"""

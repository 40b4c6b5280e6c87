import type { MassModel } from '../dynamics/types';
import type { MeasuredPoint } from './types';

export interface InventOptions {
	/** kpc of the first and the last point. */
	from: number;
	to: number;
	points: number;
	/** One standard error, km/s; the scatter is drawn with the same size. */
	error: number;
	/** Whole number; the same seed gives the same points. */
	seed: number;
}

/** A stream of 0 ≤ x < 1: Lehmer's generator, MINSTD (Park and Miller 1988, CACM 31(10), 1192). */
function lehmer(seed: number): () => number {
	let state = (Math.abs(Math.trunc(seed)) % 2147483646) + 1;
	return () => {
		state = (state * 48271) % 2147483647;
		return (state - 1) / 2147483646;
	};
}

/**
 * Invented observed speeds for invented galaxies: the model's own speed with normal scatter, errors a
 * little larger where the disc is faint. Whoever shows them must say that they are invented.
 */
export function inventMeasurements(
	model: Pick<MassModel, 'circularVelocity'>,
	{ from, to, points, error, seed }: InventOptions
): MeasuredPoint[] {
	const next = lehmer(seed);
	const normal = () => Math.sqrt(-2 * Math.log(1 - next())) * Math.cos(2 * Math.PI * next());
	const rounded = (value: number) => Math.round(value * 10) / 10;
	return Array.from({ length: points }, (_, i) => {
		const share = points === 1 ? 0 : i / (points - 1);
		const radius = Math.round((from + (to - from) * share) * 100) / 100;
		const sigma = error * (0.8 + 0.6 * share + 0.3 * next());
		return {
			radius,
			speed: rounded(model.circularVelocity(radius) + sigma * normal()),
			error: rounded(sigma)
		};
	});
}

"""

### Work instructions
Repeat all the lines above, keeping them exactly as they are.

### Completed exercise
repository 40b4c6b5280e6c87
import type { MassModel } from '../dynamics/types';
import type { MeasuredPoint } from './types';

export interface InventOptions {
	/** kpc of the first and the last point. */
	from: number;
	to: number;
	points: number;
	/** One standard error, km/s; the scatter is drawn with the same size. */
	error: number;
	/** Whole number; the same seed gives the same points. */
	seed: number;
}

/** A stream of 0 ≤ x < 1: Lehmer's generator, MINSTD (Park and Miller 1988, CACM 31(10), 1192). */
function lehmer(seed: number): () => number {
	let state = (Math.abs(Math.trunc(seed)) % 2147483646) + 1;
	return () => {
		state = (state * 48271) % 2147483647;
		return (state - 1) / 2147483646;
	};
}

/**
 * Invented observed speeds for invented galaxies: the model's own speed with normal scatter, errors a
 * little larger where the disc is faint. Whoever shows them must say that they are invented.
 */
export function inventMeasurements(
	model: Pick<MassModel, 'circularVelocity'>,
	{ from, to, points, error, seed }: InventOptions
): MeasuredPoint[] {
	const next = lehmer(seed);
	const normal = () => Math.sqrt(-2 * Math.log(1 - next())) * Math.cos(2 * Math.PI * next());
	const rounded = (value: number) => Math.round(value * 10) / 10;
	return Array.from({ length: points }, (_, i) => {
		const share = points === 1 ? 0 : i / (points - 1);
		const radius = Math.round((from + (to - from) * share) * 100) / 100;
		const sigma = error * (0.8 + 0.6 * share + 0.3 * next());
		return {
			radius,
			speed: rounded(model.circularVelocity(radius) + sigma * normal()),
			error: rounded(sigma)
		};
	});
}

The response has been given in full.